Miss Red Jacket Digs

Miss Red Jacket
layered
red threaded
protected

found four chances
dug them
out of the sand
distinct
diamonds

four different
slants
similar

polar opposites
yet
parallel

four unique prints
inked
on
black and white

printed
nearly tattoo’d

she chooses a rock
dug out of the dirt
in
needle park

veined purple
swallow’s grandma’s stew
grandma’s eyes
grandpa’s semen
anything
for black tar
fire spoons
and
a blanket in Needle Park

Miss Red Jacket
misses
firm
athletic
blood tubes
that act as an overcoat
laying
over layers

Horse pipes have
wrapped her
soft  spot
for
the last of
their life time

he
with blood tubes
plucked
from dirt
in needle park

a diamond
uncleaned
uncut
melting banknotes
wages

melting mud
puddles in
metal necks

skinny little pricks
sucking
mud puddles dry

pushing
pushing destruction
deep
into her
thick red
shield

pushing
pushing red threads
to distress

unthreading
unravelling

leaving
a naked woman
with nothing
but a
dirty
rock

28 thoughts on “Miss Red Jacket Digs

  1. Good Lord! You have taken up a very large (and heavy) mantle. I applaud you for your willingness to dig deep into the festering wounds our society tries to keep bandaged and covered with make-up. Air it out, and drain the pus, love. You’re rocking it out (and, yes I think a book from you is needed).

    • I quite agree….I should not attempt writing when I’m sick. My brain will not latch on to the words and the story….bleh..I’ll fix later! I thank you for your criticism my friend! Very helpful!

    • Agreed on the last line. Other than that one flaw, I adore this poem! The rhythm, especially at the beginning, just drew me in and wouldn’t let go (much like the subject matter)

  2. It’s an interesting one isn’t it… Hmmmm.

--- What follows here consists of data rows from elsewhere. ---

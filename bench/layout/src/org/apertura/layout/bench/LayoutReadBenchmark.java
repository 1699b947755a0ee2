/*
 * Copyright (c) 2026 Apertura contributors.
 * SPDX-License-Identifier: EPL-2.0
 */
package org.apertura.layout.bench;

import java.io.BufferedOutputStream;
import java.io.DataOutputStream;
import java.io.IOException;
import java.io.InputStream;
import java.io.OutputStream;
import java.lang.management.GarbageCollectorMXBean;
import java.lang.management.ManagementFactory;
import java.lang.management.MemoryMXBean;
import java.lang.management.ThreadMXBean;
import java.nio.ByteBuffer;
import java.nio.channels.FileChannel;
import java.nio.charset.StandardCharsets;
import java.nio.file.Files;
import java.nio.file.Path;
import java.nio.file.StandardOpenOption;
import java.util.Arrays;
import java.util.Random;

import com.sun.management.OperatingSystemMXBean;

import org.apertura.layout.flatten.FlattenResult;
import org.apertura.layout.flatten.Flattener;
import org.apertura.layout.gds.GdsReadResult;
import org.apertura.layout.gds.GdsReader;
import org.apertura.layout.model.Cell;
import org.apertura.layout.model.Library;
import org.apertura.layout.stream.GdsStreamReader;
import org.apertura.layout.stream.StreamCell;
import org.apertura.layout.stream.StreamFlattener;
import org.apertura.layout.stream.StreamLayout;
import org.apertura.layout.stream.StreamReadOptions;
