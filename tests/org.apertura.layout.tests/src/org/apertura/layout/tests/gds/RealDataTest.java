/*
 * Copyright (c) 2026 Apertura contributors.
 * SPDX-License-Identifier: EPL-2.0
 */
package org.apertura.layout.tests.gds;

import static org.junit.jupiter.api.Assertions.assertEquals;
import static org.junit.jupiter.api.Assertions.assertFalse;
import static org.junit.jupiter.api.Assertions.assertTrue;

import java.io.IOException;
import java.nio.file.Path;
import java.util.List;
import java.util.Map;
import java.util.Set;
import java.util.TreeSet;
import java.util.stream.Stream;

import org.apertura.layout.LayerKey;
import org.apertura.layout.flatten.FlattenResult;
import org.apertura.layout.flatten.Flattener;
import org.apertura.layout.gds.GdsReadResult;
import org.apertura.layout.gds.GdsReader;
import org.apertura.layout.model.Boundary;
import org.apertura.layout.model.Box;
import org.apertura.layout.model.Cell;
import org.apertura.layout.model.Element;
import org.apertura.layout.model.Library;
import org.apertura.layout.model.Text;
import org.apertura.layout.tests.TestData;
import org.junit.jupiter.api.Test;
import org.junit.jupiter.params.ParameterizedTest;
import org.junit.jupiter.params.provider.MethodSource;

/**
 * Every GDSII file of ../shared/data read with its expected structure count, units and layers.
 * Expected values: shared/data/README.md (structure counts, units, element kinds), docs/references.md
 * section 1 (layer numbers: SKY130 gds_layers.csv li1 67/20, met1 68/20; GF180MCU Metal1 34/0; ASAP7
 * M1 19, M2 20 drawing datatype 0), and an independent raw record count ({@link RawRecordScan}).
 */
class RealDataTest {

    static Stream<Path> allFiles() {
        return TestData.allGdsFiles().stream();
    }

    static Stream<Path> sky130Files() {
        return allFiles().filter(p -> p.getFileName().toString().startsWith("sky130_fd_sc_hd__"));
    }

    static Stream<Path> gf180Files() {
        return allFiles().filter(p -> p.getFileName().toString().startsWith("gf180mcu_fd_sc_mcu7t5v0__"));
    }

    @Test
    void dataFolderHoldsTheFilesTheReadmeLists() {
        // shared/data/README.md: 14 SKY130 cells, 5 GF180MCU cells, 1 ASAP7 library, 1 OpenMPL benchmark
        assertEquals(14, sky130Files().count());
        assertEquals(5, gf180Files().count());
        assertEquals(21, allFiles().count());
    }

    @ParameterizedTest(name = "{0}")
    @MethodSource("allFiles")
    void elementCountsMatchAnIndependentRecordCount(Path file) throws IOException {
        GdsReadResult r = GdsReader.read(file);
        Map<Integer, Integer> raw = RawRecordScan.countByType(file);
        Library lib = r.library();
        assertEquals(raw.getOrDefault(0x05, 0), lib.getCells().size(), "structures (BGNSTR)");
        long boundaries = 0, paths = 0, texts = 0, boxes = 0, refs = 0;
        for (Cell c : lib.getCells()) {
            for (Element e : c.getElements()) {
                switch (e.eClass().getName()) {
                    case "Boundary" -> boundaries++;
                    case "Path" -> paths++;
                    case "Text" -> texts++;
                    case "Box" -> boxes++;
                    default -> refs++;
                }
            }
        }
        assertEquals((long) raw.getOrDefault(0x08, 0), boundaries, "BOUNDARY");
        assertEquals((long) raw.getOrDefault(0x09, 0), paths, "PATH");
        assertEquals((long) raw.getOrDefault(0x0C, 0), texts, "TEXT");
        assertEquals((long) raw.getOrDefault(0x2D, 0), boxes, "BOX");
        // shared/data/README.md: none of these files holds SREF or AREF
        assertEquals(0, refs);
        assertEquals(lib.getCells(), r.topCells(), "without references every cell is a top cell");
        assertTrue(r.warnings().isEmpty(), r.warnings().toString());
    }

    @ParameterizedTest(name = "{0}")
    @MethodSource("sky130Files")
    void sky130CellsHaveOneStructureNanometreUnitsAndLi1Met1(Path file) throws IOException {
        Library lib = GdsReader.read(file).library();
        String name = file.getFileName().toString().replace(".gds", "");
        // shared/data/README.md: one flat structure each; UNITS 0.001 user unit / 1e-9 m
        assertEquals(1, lib.getCells().size());
        assertEquals(name, lib.getCells().get(0).getName());
        assertEquals(0.001, lib.getUserUnitsPerDatabaseUnit());
        assertEquals(1e-9, lib.getMetresPerDatabaseUnit());
        Set<LayerKey> layers = drawnLayers(lib);
        // references.md section 1, SKY130 gds_layers.csv: li1 drawing 67/20 and met1 drawing 68/20
        // (the power rails) in every cell
        assertTrue(layers.contains(new LayerKey(67, 20)), layers.toString());
        assertTrue(layers.contains(new LayerKey(68, 20)), layers.toString());
    }

    @Test
    void sky130Inv1FlattensToLi1AndMet1Polygons() throws IOException {
        Library lib = GdsReader.read(TestData.file("sky130_fd_sc_hd/sky130_fd_sc_hd__inv_1.gds")).library();
        FlattenResult flat = Flattener.flatten(lib.getCells().get(0));
        // references.md section 1: li1 67/20, met1 68/20
        assertFalse(flat.polygons(new LayerKey(67, 20)).isEmpty());
        assertFalse(flat.polygons(new LayerKey(68, 20)).isEmpty());
        long shapes = lib.getCells().get(0).getElements().stream().filter(e -> !(e instanceof Text)).count();
        assertEquals(shapes, flat.polygonCount() + flat.skippedShapes());
        assertEquals(0, flat.rotatedShapes());
        assertTrue(flat.polygons().values().stream().flatMap(List::stream).allMatch(p -> p.isManhattan()));
    }

    @ParameterizedTest(name = "{0}")
    @MethodSource("gf180Files")
    void gf180CellsUseVersion600NanometreUnitsAndMetal1(Path file) throws IOException {
        Library lib = GdsReader.read(file).library();
        // shared/data/README.md: GDS version 600, 1 nm database unit
        assertEquals(600, lib.getStreamVersion());
        assertEquals(1, lib.getCells().size());
        assertEquals(0.001, lib.getUserUnitsPerDatabaseUnit());
        assertEquals(1e-9, lib.getMetresPerDatabaseUnit());
        // references.md section 1: GF180MCU Metal1 34/0
        assertTrue(drawnLayers(lib).contains(new LayerKey(34, 0)));
    }

    @Test
    void asap7LibraryHas212StructuresQuarterNanometreUnitsAndMetalLayers() throws IOException {
        GdsReadResult r = GdsReader.read(TestData.file("asap7sc7p5t_28/asap7sc7p5t_28_R_220121a.gds"));
        Library lib = r.library();
        // shared/data/README.md: 212 structures; UNITS 0.00025 user unit / 2.5e-10 m (0.25 nm)
        assertEquals(212, lib.getCells().size());
        assertEquals(0.00025, lib.getUserUnitsPerDatabaseUnit());
        assertEquals(2.5e-10, lib.getMetresPerDatabaseUnit());
        Set<LayerKey> layers = drawnLayers(lib);
        // references.md section 1, ASAP7: M1 19, M2 20, drawing datatype 0
        assertTrue(layers.contains(new LayerKey(19, 0)), layers.toString());
        assertTrue(layers.contains(new LayerKey(20, 0)), layers.toString());
        assertEquals(212, r.topCells().size());
    }

    @Test
    void openMplBenchmarkHas2034BoxesOnLayer1() throws IOException {
        GdsReadResult r = GdsReader.read(TestData.file("openmpl/sim_c1.gds"));
        Library lib = r.library();
        // shared/data/README.md: 2,034 BOX elements on layer 1, 1 nm database unit, zero-padded after ENDLIB
        assertEquals(1e-9, lib.getMetresPerDatabaseUnit());
        List<Element> elements = lib.getCells().stream().flatMap(c -> c.getElements().stream()).toList();
        assertEquals(2034, elements.size());
        assertTrue(elements.stream().allMatch(e -> e instanceof Box b && b.getLayer() == 1));
        assertTrue(r.warnings().isEmpty());
        FlattenResult flat = Flattener.flatten(r.topCells().get(0));
        assertEquals(2034, flat.polygonCount());
    }

    private static Set<LayerKey> drawnLayers(Library lib) {
        Set<LayerKey> layers = new TreeSet<>();
        for (Cell c : lib.getCells()) {
            for (Element e : c.getElements()) {
                if (e instanceof Boundary b) {
                    layers.add(new LayerKey(b.getLayer(), b.getDatatype()));
                } else if (e instanceof org.apertura.layout.model.Path p) {
                    layers.add(new LayerKey(p.getLayer(), p.getDatatype()));
                } else if (e instanceof Box b) {
                    layers.add(new LayerKey(b.getLayer(), b.getBoxType()));
                }
            }
        }
        return layers;
    }
}
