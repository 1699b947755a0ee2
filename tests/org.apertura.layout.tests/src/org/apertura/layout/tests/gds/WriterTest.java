/*
 * Copyright (c) 2026 Apertura contributors.
 * SPDX-License-Identifier: EPL-2.0
 */
package org.apertura.layout.tests.gds;

import static org.junit.jupiter.api.Assertions.assertArrayEquals;
import static org.junit.jupiter.api.Assertions.assertEquals;
import static org.junit.jupiter.api.Assertions.assertFalse;
import static org.junit.jupiter.api.Assertions.assertThrows;

import java.io.ByteArrayOutputStream;
import java.io.IOException;
import java.util.Arrays;

import org.apertura.layout.PointList;
import org.apertura.layout.gds.GdsReader;
import org.apertura.layout.gds.GdsWriter;
import org.apertura.layout.model.ArrayReference;
import org.apertura.layout.model.Boundary;
import org.apertura.layout.model.Cell;
import org.apertura.layout.model.LayoutFactory;
import org.apertura.layout.model.Library;
import org.apertura.layout.tests.LayoutSamples;
import org.eclipse.emf.ecore.util.EcoreUtil;
import org.junit.jupiter.api.Test;

/**
 * The writer emits records laid out as in the GDS II Stream Format Manual 6.0 and refuses content
 * the format cannot hold.
 */
class WriterTest {

    private static final LayoutFactory F = LayoutFactory.eINSTANCE;

    private static byte[] write(Library lib) throws IOException {
        ByteArrayOutputStream out = new ByteArrayOutputStream();
        GdsWriter.write(lib, out);
        return out.toByteArray();
    }

    @Test
    void minimalLibraryBytesAreExactlyTheManualsLayout() throws IOException {
        Library lib = F.createLibrary();
        lib.setName("AB");
        Cell c = F.createCell();
        c.setName("TOP");
        Boundary b = F.createBoundary();
        b.setLayer(68);
        b.setDatatype(20);
        b.setPoints(PointList.of(0, 0, 1, 0, 1, 1, 0, 0));
        c.getElements().add(b);
        lib.getCells().add(c);
        byte[] expected = new GdsBytes()
                .hex("00 06 00 02 02 58")                                   // HEADER 600
                .hex("00 1C 01 02" + " 00 00".repeat(12))                   // BGNLIB, unknown dates
                .hex("00 06 02 06 41 42")                                   // LIBNAME "AB"
                .hex("00 14 03 05 3E 41 89 37 4B C6 A7 F0 39 44 B8 2F A0 9B 5A 54") // UNITS defaults
                .hex("00 1C 05 02" + " 00 00".repeat(12))                   // BGNSTR
                .hex("00 08 06 06 54 4F 50 00")                             // STRNAME "TOP"
                .hex("00 04 08 00 00 06 0D 02 00 44 00 06 0E 02 00 14")     // BOUNDARY LAYER 68 DATATYPE 20
                .hex("00 24 10 03 00000000 00000000 00000001 00000000 00000001 00000001 00000000 00000000")
                .hex("00 04 11 00 00 04 07 00 00 04 04 00")                 // ENDEL ENDSTR ENDLIB
                .bytes();
        assertArrayEquals(expected, write(lib));
    }

    @Test
    void refusesWhatTheFormatCannotHold() {
        Library lib = LayoutSamples.everyElementKind();
        ArrayReference a = (ArrayReference) lib.getCells().get(0).getElements().get(1);
        a.setColumns(0);
        IllegalArgumentException e = assertThrows(IllegalArgumentException.class, () -> write(lib));
        assertEquals("cell 'TOP': array of 0 x 3 (columns and rows must be 1 to 32767)", e.getMessage());

        Library lib2 = LayoutSamples.everyElementKind();
        ((Boundary) lib2.getCells().get(1).getElements().get(0)).setLayer(70000);
        assertThrows(IllegalArgumentException.class, () -> write(lib2));

        Library lib3 = LayoutSamples.everyElementKind();
        int[] many = new int[2 * 8200];
        ((Boundary) lib3.getCells().get(1).getElements().get(0)).setPoints(PointList.of(many));
        IllegalArgumentException e3 = assertThrows(IllegalArgumentException.class, () -> write(lib3));
        assertEquals("cell 'LEAF': XY record needs 65600 data bytes, more than the 65530 a record can hold",
                e3.getMessage());
    }

    @Test
    void equalityCheckOfTheRoundTripCanFail() throws IOException {
        // guards the round-trip tests: a one-unit change in an array pitch is seen
        Library lib = LayoutSamples.everyElementKind();
        Library back = GdsReader.read(new java.io.ByteArrayInputStream(write(lib)), "x.gds").library();
        ((ArrayReference) back.getCells().get(0).getElements().get(1)).setRowPitchX(-1);
        assertFalse(EcoreUtil.equals(lib, back));
        assertFalse(Arrays.equals(write(lib), write(back)));
    }
}
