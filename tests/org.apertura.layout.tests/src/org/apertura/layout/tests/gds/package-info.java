/*
 * Copyright (c) 2026 Apertura contributors.
 * SPDX-License-Identifier: EPL-2.0
 */
/**
 * Tests of GDSII stream reading and writing against the GDS II Stream Format Manual 6.0 and real files.
 */
package org.apertura.layout.tests.gds;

I personally don’t have an issue with the ending. The “rock” is a solid image, literally and metaphorically… it carries a potentially fatal violence and/or finality that felt appropriate to finish such a narrative of horror and suffering. A rock can cave in a skull after all… Or is that a whole other poem? 😉

  3. Not sure whether addiction causes self-loathing, or if self-loathing leads to addiction, but the two usually go hand-in-hand. Thanks for digging deep sharing your poetry.

  4. You poetry is so dark, sounds like an abused person or a needle junky, which is about the same thing. I hope you’ve learned that destroying yourself never gets you anything that you want. I had to learn that the hard way, and almost lost my life in the study. Now, the years go by and I don’t take drugs at all anymore. I haven’t even had a beer in a long time, either. My life goes on in a much healthier vein now.